I have never seen anything to say you cannot use "blu" anywhere I have been but l Have now swithced to biomagic, much better stuff. Fail to understand why the SOG cost £80 so haven't bought one. Anyone bought one on the continent, if so how much?

peedee


----------



## Pusser (May 9, 2005)

I am going to give Fenwichs a whirl avaliable at all good Halfords branches.

Cheaper I think than Biomagic after carriage is added on but environment friendly.


----------



## 97993 (Mar 5, 2006)

> Fail to understand why the SOG cost £80 so haven't bought one


Me too having just bought one, the componants could only have Cost £10 maximum and theirs nothing to stop you making your own, but when you compare the price to the agrevation of having to source and or make the parts its not realy going to save you much and having used it only twice so far, perfect, you cant even smell the normal odours that you normaly get when using chemicals 10/10 for me
Disposing of waste containing chemicals is going to get more and more difficult, Bio or otherwise, in my opiion buying one before they are £180.00 was my reason
Geo


----------



## Pusser (May 9, 2005)

Geo said:


> > Fail to understand why the SOG cost £80 so haven't bought one
> 
> 
> Me too having just bought one, the componants could only have Cost £10 maximum and theirs nothing to stop you making your own, but when you compare the price to the agrevation of having to source and or make the parts its not realy going to save you much and having used it only twice so far, perfect, you cant even smell the normal odours that you normaly get when using chemicals 10/10 for me
> ...


Surely if you put a tube on the outside extractor fan and feed it into the your neighbours lounge window there must be some smell.


----------



## tonyt (May 25, 2005)

Pusser said:


> Surely if you put a tube on the outside extractor fan and feed it into the your neighbours lounge window there must be some smell.

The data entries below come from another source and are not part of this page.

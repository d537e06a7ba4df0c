import { describe, expect, it } from "vitest";
import { angleTable, angleTableMetadata, buildAngleTable, TABLE_FORMATS, type TableExportError } from "~/export/index";
import { OVERRIDE, codeOf, demoGait, metaFor, readCsv, readJsonTable } from "./helpers";

// DESIGN.md / issue 8: a version with error-severity flags exports only with an override reason, written into the header.
describe("override reason for versions with error flags (DESIGN.md, issue 8)", () => {
  const faulty = demoGait("pier-crawler", { template: "wave", cycleMs: 1200, fps: 50, strideMm: 200, stepHeightMm: 60, name: "Long wave" });
  const clean = demoGait("pier-crawler", { template: "tripod", cycleMs: 1200, fps: 50, strideMm: 60, name: "Tripod walk" });

  it("the faulty walk really has error flags (unreachable, joint-limit, joint-speed, pulse-range)", () => {
    expect(faulty.solved.summary.errors).toBeGreaterThan(0);
    expect(Object.keys(faulty.solved.summary.flagsByKind)).toEqual(expect.arrayContaining(["unreachable", "joint-speed", "pulse-range"]));
  });

  for (const format of TABLE_FORMATS) {
    it(`${format}: refused without a reason (code override-required, naming the error count), also for a blank reason`, () => {
      for (const overrideReason of [undefined, "", "   \n "]) {
        const run = () => angleTable(faulty.robot, faulty.solved, { format, units: "deg", meta: metaFor(faulty), overrideReason });
        expect(codeOf(run), `reason ${JSON.stringify(overrideReason)}`).toBe("override-required");
        expect(run).toThrow(new RegExp(`has ${faulty.solved.summary.errors} error flags`));
      }
    });
  }

  it("with a reason: the JSON meta, the C header comment and the CSV download's metadata carry it", () => {
    const options = { units: "deg" as const, meta: metaFor(faulty), overrideReason: `  ${OVERRIDE}  ` };
    const json = readJsonTable(angleTable(faulty.robot, faulty.solved, { ...options, format: "json" }));
    expect(json.meta.overrideReason).toBe(OVERRIDE);
    expect(json.meta.flags.errors).toBe(faulty.solved.summary.errors);
    expect(json.meta.flags.byKind).toEqual(faulty.solved.summary.flagsByKind);
    const c = angleTable(faulty.robot, faulty.solved, { ...options, format: "c" });
    expect(c.slice(0, c.indexOf("*/"))).toContain(` * Override:     ${OVERRIDE}\n`);
    expect(angleTableMetadata(faulty.robot, faulty.solved, options).overrideReason).toBe(OVERRIDE);
    // RFC 4180 has no comments: the CSV stays pure data, its metadata comes from angleTableMetadata.
    const csv = readCsv(angleTable(faulty.robot, faulty.solved, { ...options, format: "csv" }));
    expect(csv.length).toBe(faulty.solved.frames.length + 1);
  });

  it("a clean version needs no reason and records none; buildAngleTable asks for one when a new rate brings errors", () => {
    const json = readJsonTable(angleTable(clean.robot, clean.solved, { format: "json", units: "us", meta: metaFor(clean) }));
    expect(json.meta.overrideReason).toBeNull();
    expect(json.meta.flags).toEqual({ errors: 0, warnings: 0, byKind: {} });
    const c = angleTable(clean.robot, clean.solved, { format: "c", units: "us", meta: metaFor(clean) });
    expect(c).toContain(" * Override:     none\n");
    // Fewer frames a cycle: bigger steps between frames, so joints turn too fast.
    expect(codeOf(() => buildAngleTable(faulty.robot, faulty.sequence, { format: "json", units: "deg", rateHz: 10, meta: metaFor(faulty) }))).toBe(
      "override-required",
    );
  });

  it("metadata has no timestamp unless given, so the same inputs give the same bytes (reproducible release)", () => {
    const options = { format: "json" as const, units: "rad" as const, meta: metaFor(clean) };
    expect(angleTable(clean.robot, clean.solved, options)).toBe(angleTable(clean.robot, clean.solved, options));
    expect(readJsonTable(angleTable(clean.robot, clean.solved, options)).meta.exportedAt).toBeNull();
    const stamped = readJsonTable(
      angleTable(clean.robot, clean.solved, { ...options, meta: metaFor(clean, { exportedAt: "2025-03-01T10:00:00Z", solverVersion: "gait 1" }) }),
    );
    expect(stamped.meta.exportedAt).toBe("2025-03-01T10:00:00Z");
    expect(stamped.meta.solverVersion).toBe("gait 1");
    expect(stamped.meta.exporterVersion).toBe("2.0.0");
    expect(codeOf(() => angleTable(clean.robot, clean.solved, { ...options, meta: metaFor(clean, { exporterVersion: "0.9.0" }) }))).toBe("exporter-version");
  });

  it("options are validated with path and message", () => {
    const run = () => angleTable(clean.robot, clean.solved, { format: "json", units: "furlong" as never, meta: { ...metaFor(clean), robotName: "" } });
    expect(codeOf(run)).toBe("invalid-options");
    try {
      run();
    } catch (error) {
      const issues = (error as TableExportError).issues;
      expect(issues).toEqual(
        expect.arrayContaining([
          { path: "units", message: expect.stringContaining('must be one of "deg", "rad", "us"') },
          { path: "meta.robotName", message: "must not be empty" },
        ]),
      );
    }
    expect(codeOf(() => angleTable(clean.robot, clean.solved, { format: "xml" as never, units: "deg", meta: metaFor(clean) }))).toBe("invalid-options");
  });
});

I guess that depends on how smelly your neighbours are


----------



## altair (Mar 25, 2006)

Perhaps you could use the long tube on the sog to encourage the van owners with a noisy aircon to move to another pitch


----------



## Scotjimland (May 23, 2005)

altair said:


> Perhaps you could use the long tube on the sog to encourage the van owners with a noisy aircon to move to another pitch


You might bite off more than you can chew if said neighbour has an RV with a full black tank ...... and a short temper... :lol: :lol:


----------



## xgx (Oct 14, 2005)

just wish i could add a sound overlay: ****kicker's ball comes to mind...

i should have known that a serious question would provoke the usual lavatorial humour :lol: :lol: 

So, my spare two gals of loo blue will be used... provided there's a door on the chem disp lounge :lol: 

Environmentally friendly? who gives a gites


----------



## gaspode (May 9, 2005)

I can just see it now - a veritable Pusseresque situation.....

French Site Manager to Pusser:
Excuse me sir - before you empty that loo in my receptacle, can I see the colour of your poo please?

Pusser (removing trousers): Certainly monsewer, (suggestions for the next line please) :lol:


----------



## xgx (Oct 14, 2005)

C'est ne pa 'gites' c'est merde!


----------